Unas memorias de Antón Rendueles en exclusiva para The
Adversiter Chronicle
CAPÍTULO IV (La
radio)
Cuando se es está postrado se
desarrolla un agudo sentido de captar detalles que antes me pasaban
desapercibidos y ello trae el recuerdo…
Me ocurre con la radio. Ahora que me
veo obligado a pasar largas horas en el mismo sitio he vuelto a recuperar el
hábito de escuchar la radio como en aquellos años…
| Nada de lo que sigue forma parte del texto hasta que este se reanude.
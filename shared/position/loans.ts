import { loanStateOn, type PaymentsOfTheDay } from '../books/loan.ts';
import type { LoanFacts } from '../facts/finance.ts';
import type { HouseholdFacts } from '../facts/household.ts';
import type { Day } from '../units/day.ts';

/** Every loan that paid for the roof: the solar loan, and the roof's share of others. */
export function loansOf(facts: Pick<HouseholdFacts, 'loan' | 'otherLoans'>): LoanFacts[] {
  const others = facts.otherLoans.map((other) => other.loan);
  return facts.loan ? [facts.loan, ...others] : others;
}

/** What all loans together owe on a day. */
export function owedOn(
  loans: readonly LoanFacts[],
  on: Day,
  payments: PaymentsOfTheDay,
): { payoffCents: number; balanceCents: number } {
  let payoffCents = 0;
  let balanceCents = 0;
  for (const loan of loans) {
    const state = loanStateOn(loan, on, payments);
    payoffCents += state.payoffCents;
    balanceCents += state.balanceCents;
  }
  return { payoffCents, balanceCents };
}
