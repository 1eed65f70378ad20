import { useQuery } from '@tanstack/react-query';
import { lazy, Suspense } from 'react';
import { Link, useNavigate, useParams, useSearchParams } from 'react-router-dom';
import type { CycleView } from '#shared/api/cycles.ts';
import type { Cycle } from '#shared/ledger/cycle.ts';
import { cycleSentence } from '#shared/ledger/sentences.ts';
import { cycleRange } from '#src/lib/format.ts';
import { type HouseholdContext, useHousehold } from '#src/lib/household.ts';
import { Prose } from '#src/ui/prose.tsx';
import { Sentence } from '#src/ui/sentence.tsx';
import { ErrorState, PageSkeleton } from '#src/ui/states.tsx';
import { AgainstLoan } from './against-loan.tsx';
import { ChecksSheet } from './checks-sheet.tsx';
import { cycleQuery } from './cycles-queries.ts';
import { EnergySheet } from './energy-sheet.tsx';
import { FacingSheet } from './facing-sheet.tsx';
import { PapersSheet } from './papers-sheet.tsx';

const CorrectStatement = lazy(() => import('./correct-statement.tsx'));

/** A cycle: where the energy went, the bill beside the meters, what it added, and whether it agrees. */
export function CyclePage() {
  const household = useHousehold();
  const { to = '' } = useParams();
  const view = useQuery(cycleQuery(household.id, to));
  if (view.isPending) return <PageSkeleton />;
  if (view.isError) return <ErrorState error={view.error} retry={() => view.refetch()} />;
  return <CycleBody key={to} view={view.data} household={household} />;
}

function CycleBody({ view, household }: { view: CycleView; household: HouseholdContext }) {
  const { cycle } = view;
  const base = `/h/${household.id}`;
  const [search, setSearch] = useSearchParams();
  const navigate = useNavigate();
  const correcting = household.canEdit && search.has('correct');
  return (
    <div className="page">
      <Neighbours view={view} base={base} />
      <Sentence title={`Cycle ${cycleRange(cycle.from, cycle.to)}`} lede={<Lede cycle={cycle} />}>
        <b>{cycleRange(cycle.from, cycle.to)}</b>
        {cycle.from.slice(0, 4) === cycle.to.slice(0, 4) && ` ${cycle.to.slice(0, 4)}`}, {cycle.days} days
      </Sentence>
      <Standing cycle={cycle} />
      {correcting ? (
        <Suspense fallback={<div className="sheet bone h-96" aria-busy="true" />}>
          <CorrectStatement
            statement={cycle.statement}
            householdId={household.id}
            cycleTo={cycle.to}
            onCancel={() => setSearch({}, { replace: true })}
            onDone={(to) => navigate(`${base}/cycles/${to}`, { replace: true })}
          />
        </Suspense>
      ) : (
        <>
          <EnergySheet cycle={cycle} />
          <FacingSheet cycle={cycle} household={household} onCorrect={() => setSearch({ correct: '' })} />
          <div className="grid items-start gap-x-[26px] lg:grid-cols-2">
            <div className="min-w-0">
              <AgainstLoan cycle={cycle} />
              <PapersSheet view={view} />
            </div>
            <ChecksSheet cycle={cycle} household={household} />
          </div>
        </>
      )}
    </div>
  );
}

function Neighbours({ view, base }: { view: CycleView; base: string }) {
  return (
    <nav aria-label="Cycles beside this one" className="no-print mb-1 flex flex-wrap gap-x-6 text-[15px] text-soft">
      {view.previousTo && view.previousLabel && (
        <Link to={`${base}/cycles/${view.previousTo}`} className="flex min-h-9 items-center hover:text-ink">
          ‹ {cycleRange(view.previousLabel.from, view.previousLabel.to)}
        </Link>
      )}
      {view.nextTo && view.nextLabel && (
        <Link to={`${base}/cycles/${view.nextTo}`} className="flex min-h-9 items-center hover:text-ink">
          {cycleRange(view.nextLabel.from, view.nextLabel.to)} ›
        </Link>
      )}
      <Link to={`${base}/cycles`} className="flex min-h-9 items-center hover:text-ink">
        All cycles
      </Link>
    </nav>
  );
}

const TONES = { plain: undefined, strong: undefined, ahead: 'pos', behind: 'neg' };

function Lede({ cycle }: { cycle: Cycle }) {
  return cycleSentence(cycle).map((part, index) =>
    part.tone === 'plain' ? (
      // biome-ignore lint/suspicious/noArrayIndexKey: the parts of one sentence never move
      <Prose key={index} text={part.text} />
    ) : (
      // biome-ignore lint/suspicious/noArrayIndexKey: the parts of one sentence never move
      <b key={index} className={TONES[part.tone]}>
        {part.text}
      </b>
    ),
  );
}

/** What a reader must know before trusting the figures, where the sentence has not said it. */
function Standing({ cycle }: { cycle: Cycle }) {
  const notes: string[] = [];
  if (cycle.provisional && cycle.state !== 'open') {
    notes.push('Provisional: a read is estimated, and the next actual read settles both cycles.');
  }
  if (cycle.split && cycle.state !== 'balanced') {
    notes.push('The first statement is split at switch-on; the figures of this cycle are estimates.');
  }
  if (cycle.entries.some((entry) => entry.estimated && entry.basis !== 'memo') && !cycle.split) {
    notes.push('Some of what is added here is an estimate.');
  }
  return notes.length === 0 ? null : <p className="hint mt-2">{notes.join(' ')}</p>;
}
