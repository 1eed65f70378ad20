import type { RatePlan } from '../settlement/plan.ts';
import type { Day } from '../units/day.ts';
import type { BasisFacts, Flow } from './basis.ts';
import type { Period, PeriodEnergy } from './periods.ts';

/** What is different from the record in a projection that tries something. Each part is left alone by `NO_CHANGES`. */
export type Changes = {
  /** Facts that stand in the place of the record's: another loan, other plans, other assumptions. */
  facts: Partial<BasisFacts>;
  /** Money beside what the facts bring: a replacement, a prepayment's cost, the price of a roof sold. */
  flows: readonly Flow[];
  /** Changes a month's energy, such as more use from a day on. */
  energy: ((energy: PeriodEnergy, period: Period) => PeriodEnergy) | null;
  /**
   * Changes the plan a month is settled by, after its prices were raised. A settlement is made ready once per plan object: give the same object back for
   * the same plan.
   */
  plan: ((plan: RatePlan, period: Period) => RatePlan) | null;
  /** The house is sold: bills, incentive, insurance and upkeep end before this day and the loans are paid off on it. */
  endsOn: Day | null;
};

export const NO_CHANGES: Changes = { facts: {}, flows: [], energy: null, plan: null, endsOn: null };
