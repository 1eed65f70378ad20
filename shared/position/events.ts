import { creditExpected } from '../books/credit-expected.ts';
import { loanClearedOn } from '../books/loan.ts';
import { governingEnd } from '../books/mortgage-insurance.ts';
import { creditEntries } from '../books/tax-credit.ts';
import type { HouseholdFacts } from '../facts/household.ts';
import { type Day, daysBetween } from '../units/day.ts';
import type { PositionEvent } from './position.ts';

export type EventFacts = Pick<HouseholdFacts, 'plans' | 'loan' | 'mortgage' | 'credit' | 'incentive'>;

/** The days that bend the line, past and to come, in order of their dates. */
export function positionEvents(facts: EventFacts, today: Day): PositionEvent[] {
  const events = [
    ...creditEvents(facts, today),
    ...insuranceEvents(facts, today),
    ...loanEvents(facts, today),
    ...planEvents(facts, today),
  ];
  if (facts.incentive) {
    events.push(event(facts.incentive.lastDay, 'Incentive ends', 'incentiveEnd', today));
  }
  return events.sort((a, b) => daysBetween(b.on, a.on));
}

function event(on: Day, label: string, kind: PositionEvent['kind'], today: Day): PositionEvent {
  return { on, label, kind, projected: on > today };
}

function creditEvents({ credit }: EventFacts, today: Day): PositionEvent[] {
  if (!credit) return [];
  const came = creditEntries(credit, today).map((entry) => ({ on: entry.date, word: 'Tax credit' }));
  const toCome = creditExpected(credit, today).map((part) => ({ on: part.on, word: 'Tax credit' }));
  const parts = [...came, ...toCome].sort((a, b) => daysBetween(b.on, a.on));
  return parts.map((part, index) => event(part.on, `${part.word}${partName(index, parts.length)}`, 'credit', today));
}

/** ", first part" … ", last part"; nothing where the credit comes whole. */
function partName(index: number, count: number): string {
  if (count === 1) return '';
  if (index === count - 1) return ', last part';
  const names = ['first', 'second', 'third', 'fourth', 'fifth', 'sixth'];
  return `, ${names[index] ?? `${index + 1}th`} part`;
}

function insuranceEvents({ mortgage }: EventFacts, today: Day): PositionEvent[] {
  const insurance = mortgage?.insurance;
  if (!mortgage || !insurance || insurance.removedOn === null || !insurance.becauseOfRoof) return [];
  const events = [event(insurance.removedOn, 'Mortgage insurance off', 'insurance', today)];
  const end = governingEnd(mortgage);
  if (end.on !== null && end.on > insurance.removedOn) {
    events.push(event(end.on, 'Insurance would have ended', 'insuranceEnd', today));
  }
  return events;
}

function loanEvents({ loan }: EventFacts, today: Day): PositionEvent[] {
  if (!loan) return [];
  const clearedOn = loanClearedOn(loan);
  return clearedOn === null ? [] : [event(clearedOn, 'Loan paid off', 'loanEnd', today)];
}

function planEvents({ plans }: EventFacts, today: Day): PositionEvent[] {
  const inOrder = [...plans].sort((a, b) => daysBetween(b.from, a.from));
  return inOrder.slice(1).map((plan) => event(plan.from, 'New rate plan', 'planChange', today));
}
El primer recuerdo que tengo de la
radio era escucharla desde mi niñez aunque no recuerdo los programas pero sí me
ha quedado la sintonía de Radio Cadena Española, de esas musiquillas que
periódicamente inundan la mente y estamos repitiéndola una y otra vez para
nuestros adentros.
Pero el recuerdo nítido es de
aquellas radios pequeñas, de color naranja chillón que se utilizaban para
seguir los partidos los domingos por la tarde. Recuerdo llevarme mi abuelo al
Molinón y verlas entre el gentío y también en aquellos viajes domingueros a la
cuenca minera y ver a los parroquianos con el transistor en la oreja. Cuando tuve mi primer toca discos, se
trataba de un ·compacto”, un alarde tecnológico de la época en los primeros
años de la Transición. En una sola pieza iba integrado el plato del giradiscos,
el casete y la radio con varias bandas además de la onda media… Y un pilotito verde.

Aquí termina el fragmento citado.